- 1 tablespoons sugar
- 1 1/2 cups self-rising gluten free flour
- 1/2 cup cornstarch
- 3 teaspoons seasoned salt
- 2 teaspoons paprika
- 1/2 teaspoon baking soda
- 1/2 cup gluten free biscuit mix
- 1 envelope Italian dressing mix
- 1 envelope onion soup mix
- 1 whole chicken, cut into pieces
- 2 eggs
- 1/4 cup cold water
- 1 cup corn oil for frying
Combine sugar, the self-rising gluten free flour, cornstarch, salt, paprika, baking soda, gluten free biscuit mix, Italian dressing mix and onion soup mix in a 4-cup bowl. Mix to blend the ingredients thoroughly.
Blend the egg and water. Dip the chicken pieces in egg mixture and then into dry coating mix and repeat so each piece is double coated.
Pre-heat the oil in a heavy skillet.

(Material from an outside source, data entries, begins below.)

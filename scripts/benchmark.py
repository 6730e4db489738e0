"""Where the time goes, as ratios against peers in the same run: python scripts/benchmark.py [NAME ...]

hours     a year by hourly steps: casting and the whole run against Embree's own call on the same rays
year      the year along its rows against hourly stepping through trimesh's ray interface
accuracy  the year's error and rays a point, by rows and by steps, against edges found to a second on every day
again     another period from the stored answers; a run resumed after a kill at nine tenths
scaling   time against points, triangles, accuracy

Machines are noisy: only the ratios are to be read, never the seconds.
"""

from __future__ import annotations

import shutil
import sys
import tempfile
from collections.abc import Callable
from concurrent.futures import ThreadPoolExecutor
from dataclasses import replace
from functools import partial
from pathlib import Path
from time import perf_counter
from typing import Any

import numpy as np

from insol.casting.engines import build
from insol.faces.model import COVERED, MEASURED
from insol.measures.by_days import Spells, hours_by_day
from insol.measures.by_steps import hours_by_steps
from insol.measures.by_year import YearWeights, hours_by_year
from insol.pipeline import Prepared, prepare, run
from insol.scene.obj import read_obj
from insol.study.description import FacesMeasure, Model, Period, Site, Study
from insol.sun.times import intervals_of
from insol.visibility.answering import answer_all, chunk_size, chunks_of
from insol.visibility.asking import in_front
from insol.visibility.plan import day_questions
from insol.visibility.receptors import receptors_of
from insol.visibility.steps import StepsQuestion
from insol.visibility.store import MemoryStore
from insol.visibility.year import YearQuestion

SITE = Site(latitude=50.0, longitude=10.0, time_zone="Europe/Berlin")
YEAR = Period(name="year", days="year", year=2025, step_min=60)
BLOCK_M, HEIGHTS_M = 20.0, (9.0, 45.0)
TRUTH_STEP_S = 120.0


def dense_grid(folder: Path, blocks: int, street_m: float = 12.0) -> Path:
    """An OBJ file of blocks × blocks boxes of random heights."""
    random = np.random.default_rng(20250321)
    lines = []
    for number in range(blocks * blocks):
        column, row = divmod(number, blocks)
        x, y = ((place - blocks / 2) * (BLOCK_M + street_m) for place in (column, row))
        height = random.uniform(*HEIGHTS_M)
        lines.append(f"o block-{column:03d}-{row:03d}")
        lines += [
            f"v {x + dx:.3f} {y + dy:.3f} {z:.3f}"
            for z in (0.0, height) for dx, dy in ((0, 0), (BLOCK_M, 0), (BLOCK_M, BLOCK_M), (0, BLOCK_M))
        ]  # fmt: skip
        first = 8 * number + 1
        for corners in ((0, 3, 2, 1), (4, 5, 6, 7), (0, 1, 5, 4), (1, 2, 6, 5), (2, 3, 7, 6), (3, 0, 4, 7)):
            lines.append("f " + " ".join(str(first + corner) for corner in corners))
    path = folder / f"dense-{blocks}.obj"
    path.write_text("\n".join(lines) + "\n", encoding="utf-8")
    return path


def study_of(model: Path, parts: str, spacing_m: float, period: Period) -> Study:
    """A study of some blocks' faces."""
    return Study(
        title="benchmark", site=SITE, models=(Model(file=model, units="m"),), folder=model.parent, file=model,
        measures=(FacesMeasure(name="facades", parts=(parts,), spacing_m=spacing_m),), periods=(period,),
    )  # fmt: skip


def on_facades(prepared: Prepared, count: int) -> Prepared:
    """The same with `count` receptors, drawn from upright faces of blocks that have neighbours all around."""
    faces = prepared.faces
    inside = np.abs(faces.points[:, :2]).max(axis=1) < np.abs(prepared.scene.vertices[:, :2]).max() - 3 * BLOCK_M
    upright = np.flatnonzero((np.abs(faces.normals[:, 2]) < 0.1) & (faces.status == MEASURED) & inside)
    status = np.full(len(faces), COVERED, dtype=np.uint8)
    status[np.random.default_rng(7).choice(upright, count, replace=False)] = MEASURED
    chosen = replace(faces, status=status)
    receptors = receptors_of(chosen, extent_m=prepared.scene.extent_m, stand_off_m=1e-3)
    return replace(prepared, faces=chosen, receptors=receptors)


class Counting:
    """A caster that counts its rays."""

    def __init__(self, caster: Any) -> None:
        self._caster, self.rays = caster, 0
        self.engine, self.triangle_count = caster.engine, caster.triangle_count

    def __getattr__(self, name: str) -> Callable[..., Any]:
        def asked(origins: np.ndarray, *rest: Any) -> Any:
            self.rays += len(origins)
            return getattr(self._caster, name)(origins, *rest)

        return asked


def timed(work: Callable[[], Any]) -> tuple[float, Any]:
    """Seconds, and what came of it."""
    begun = perf_counter()
    found = work()
    return perf_counter() - begun, found


def hours(folder: Path) -> None:
    """100,000 points, 4,800 triangles, a year by hours."""
    model = dense_grid(folder, 20)
    study = study_of(model, "block-00[2-9]-*", 2.0, replace(YEAR, sampling="steps"))
    prepared = prepare(study)
    question: Any = prepared.plans[0].questions[0]
    receptors, caster = prepared.receptors, prepared.caster
    embree_scene = caster._scene  # type: ignore[attr-defined]
    directions = question.track.directions(question.instants)
    front = in_front(receptors.normals, directions)
    single = directions.astype(np.float32)

    def embree(threads: int) -> int:
        """Embree's own call on the same rays, a chunk of receptors at a time."""
        runs = [
            (slice(first, min(first + 8192, run.stop)), column)
            for orientation, run in receptors.segments()
            for first in range(run.start, run.stop, 8192)
            for column in np.flatnonzero(front[orientation])
        ]

        def cast(mine: list) -> None:
            for chunk, column in mine:
                embree_scene.run(receptors.origins[chunk], single[column : column + 1], query="OCCLUDED")

        with ThreadPoolExecutor(threads) as pool:
            list(pool.map(cast, [runs[n::threads] for n in range(threads)]))
        return sum(chunk.stop - chunk.start for chunk, _ in runs)

    store = MemoryStore()
    one, rays = timed(lambda: embree(1))
    two, _ = timed(lambda: embree(2))
    ours, _ = timed(lambda: answer_all([question], caster, receptors, store, threads=2))
    target = folder / "hours"
    whole, results = timed(lambda: run(study, out=target, threads=2))
    size = sum(path.stat().st_size for path in (target / "mask").rglob("*.npz")) / 1e6
    print(f"hours: {len(receptors):,} points, {caster.triangle_count:,} triangles, {rays / 1e6:,.0f} million rays")
    print(f"  embree alone, two threads against one        {one / two:5.2f} ×")
    print(f"  our casting against embree, two threads      {ours / two:5.2f} ×   (bar 1.2)")
    print(f"  the whole run against embree, two threads    {whole / two:5.2f} ×   (bar 1.6)")
    print(f"  mask on disk                                 {size:5.1f} MB  (bar 60)")
    print(f"  seconds by stage: {results.seconds}")


def year(folder: Path) -> None:
    """100,000 points along the year's rows against hourly stepping through trimesh."""
    import trimesh

    model = dense_grid(folder, 20)
    study = study_of(model, "block-00[2-9]-*", 2.0, YEAR)
    ours, results = timed(lambda: run(study, out=folder / "year"))
    prepared = prepare(replace(study, periods=(replace(YEAR, sampling="steps"),)))
    question: Any = prepared.plans[0].questions[0]
    directions = question.track.directions(question.instants)
    front = in_front(prepared.receptors.normals, directions)
    mesh: Any = trimesh.Trimesh(prepared.scene.vertices, prepared.scene.triangles, process=False)
    sampled = np.arange(0, len(directions), 24)  # one in twenty-four, and multiplied: it would take minutes

    def by_trimesh() -> int:
        rays = 0
        for column in sampled:
            facing = front[prepared.receptors.orientation, column]
            origins = prepared.receptors.origins[facing]
            mesh.ray.intersects_any(origins, np.broadcast_to(directions[column], origins.shape))
            rays += len(origins)
        return rays

    part, _ = timed(by_trimesh)
    theirs = part * len(directions) / len(sampled)
    print(f"year: {len(prepared.receptors):,} points")
    print(f"  whole run along rows against hourly stepping through trimesh  {ours / theirs:5.2f} ×   (bar 0.5)")
    print(f"  seconds by stage: {results.seconds}")


def accuracy(folder: Path) -> None:
    """2,000 points: error of the year and of its days against edges found to a second."""
    model = dense_grid(folder, 20)
    prepared = on_facades(prepare(study_of(model, "block-*", 2.0, YEAR)), 2000)
    receptors, track, caster = prepared.receptors, prepared.track, prepared.caster
    intervals = intervals_of(YEAR, SITE, track)
    days = day_questions(YEAR, SITE, track)

    def day_hours(question: Any) -> np.ndarray:
        finer = replace(question, step_s=TRUTH_STEP_S)
        stored = finer.answer(caster, receptors, lambda: None)
        spells = Spells(stored["receptor"], stored["begin"], stored["end"])
        return hours_by_day(finer, np.array([[finer.rise, finer.set]]), receptors, spells)[0].direct_h

    with ThreadPoolExecutor(2) as pool:
        truth = np.array(list(pool.map(day_hours, days)))
    print(f"accuracy: 2,000 points with {truth.sum(axis=0).mean():,.0f} h a year; rays a point, errors of year and day")
    for coarse, levels, step in ((12, 2, 1200.0), (16, 2, 600.0), (24, 2, 600.0), (24, 2, 450.0), (48, 2, 300.0)):
        question = YearQuestion(SITE.latitude, SITE.north_deg, coarse, levels, step)
        counting = Counting(caster)
        stored = question.answer(counting, receptors, lambda: None)
        found = hours_by_year(YearWeights(question, intervals, track), receptors, stored)
        chosen = range(3, len(days), 8)
        by_day = np.array([
            hours_by_year(YearWeights(question, _one_day(intervals, day), track), receptors, stored).direct_h
            for day in chosen
        ])  # fmt: skip
        _print_error(f"rows {coarse} × {2**levels}, {step / 60:g} min", counting.rays / len(receptors), found, truth,
                     by_day - truth[list(chosen)])  # fmt: skip
    for step_min in (60, 10):
        stepped = replace(YEAR, step_min=step_min)
        step_intervals = intervals_of(stepped, SITE, track)
        steps = StepsQuestion(step_intervals.middle, track)
        counting = Counting(caster)
        packed = steps.answer(counting, receptors, lambda: None)["open"]
        found = hours_by_steps(steps, step_intervals, receptors, packed)
        chosen = range(3, len(days), 8)
        each_day = []
        for day in chosen:
            mine = step_intervals.day == step_intervals.resolved_days[day].toordinal()
            single = StepsQuestion(steps.instants[mine], track)
            each_day.append(hours_by_steps(single, _one_day(step_intervals, day), receptors, packed[mine]).direct_h)
        _print_error(f"steps of {step_min} min", counting.rays / len(receptors), found, truth,
                     np.array(each_day) - truth[list(chosen)])  # fmt: skip


def _one_day(intervals: Any, day: int) -> Any:
    ordinal = intervals.resolved_days[day].toordinal()
    mine = intervals.day == ordinal
    return replace(
        intervals, start=intervals.start[mine], end=intervals.end[mine], day=intervals.day[mine],
        resolved_days=(intervals.resolved_days[day],),
    )  # fmt: skip


def _print_error(name: str, rays: float, found: Any, truth: np.ndarray, of_days: np.ndarray) -> None:
    off = np.abs(found.direct_h - truth.sum(axis=0))
    stated = found.error_h
    day = np.abs(of_days) * 60
    print(
        f"  {name:24} {rays:7,.0f} rays   mean {off.mean():6.2f} h  worst {off.max():6.1f} h   day p99 "
        f"{np.percentile(day, 99):5.1f} min   stated: median {np.median(stated):6.2f} h, "
        f"holds for {np.mean(off <= stated):.1%}"
    )


def again(folder: Path) -> None:
    """Another period of stored answers, and a resumed run."""
    model = dense_grid(folder, 20)
    study = study_of(model, "block-00[2-9]-*", 2.0, YEAR)
    target = folder / "again"
    first, results = timed(lambda: run(study, out=target))
    autumn = replace(YEAR, name="autumn", days="09-01/11-30", start="09:00", end="15:00")
    second, other = timed(lambda: run(replace(study, periods=(autumn,)), out=target))
    asked = results.seconds["casting"] + results.seconds["measuring"]
    derived = other.seconds["casting"] + other.seconds["measuring"]
    print(f"again: {len(results.faces):,} faces")
    print(f"  another period's hours from stored answers: {asked / derived:6.0f} × faster than asking  (bar 100)")
    print(f"  the whole second command:                   {first / second:6.1f} × faster than the first")
    chunks = list(chunks_of(len(results.faces), chunk_size(len(results.faces))))
    lost = max(len(chunks) // 10, 1) + 1  # a tenth was not begun, and two threads were in the middle of one each
    for path in sorted((target / "mask").glob("year-*/*.npz"))[-lost:]:
        path.unlink()
    resumed, _ = timed(lambda: run(study, out=target))
    print(
        f"  resumed at nine tenths ({lost} of {len(chunks)} chunks gone): {resumed / first:5.2f} of a whole  (bar 0.2)"
    )


def scaling(folder: Path) -> None:
    """Time of the year's rows against points and triangles."""
    model = dense_grid(folder, 20)
    prepared = prepare(study_of(model, "block-*", 2.0, YEAR))
    question = prepared.plans[0].questions[0]
    print("scaling: seconds of casting relative to the first line")
    base = None
    for count in (2000, 8000, 32000):
        some = on_facades(prepared, count)
        seconds, _ = timed(partial(answer_all, [question], some.caster, some.receptors, MemoryStore()))
        base = base or seconds
        print(f"  {count:7,} points       {seconds / base:6.2f} ×")
    base = None
    for blocks in (20, 60, 180):
        mesh = read_obj(dense_grid(folder, blocks))
        caster = build(mesh.vertices, mesh.triangles)
        some = on_facades(prepared, 8000)
        seconds, _ = timed(partial(answer_all, [question], caster, some.receptors, MemoryStore()))
        base = base or seconds
        print(f"  {len(mesh.triangles):7,} triangles    {seconds / base:6.2f} ×")


BENCHMARKS = {work.__name__: work for work in (hours, year, accuracy, again, scaling)}


def main(names: list[str]) -> int:
    """Run the benchmarks named, or all."""
    unknown = [name for name in names if name not in BENCHMARKS]
    if unknown:
        print(f"no benchmark is called {unknown[0]}; there are {', '.join(BENCHMARKS)}", file=sys.stderr)
        return 2
    folder = Path(tempfile.mkdtemp(prefix="insol-benchmark-"))
    try:
        for name in names or BENCHMARKS:
            BENCHMARKS[name](folder)
    finally:
        shutil.rmtree(folder, ignore_errors=True)
    return 0


if __name__ == "__main__":
    sys.exit(main(sys.argv[1:]))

Brown pieces skin-side down for 4 to 6 minutes. Use medium high heat.
Turn and brown underside of pieces a few minutes. Transfer to an oiled or Pam-sprayed pan. Cover with foil, sealing it on only 3 sides of pan.
Bake at 350°F for about 45 to 50 minutes. Remove foil, then bake another 5 minutes until the coating is crispy.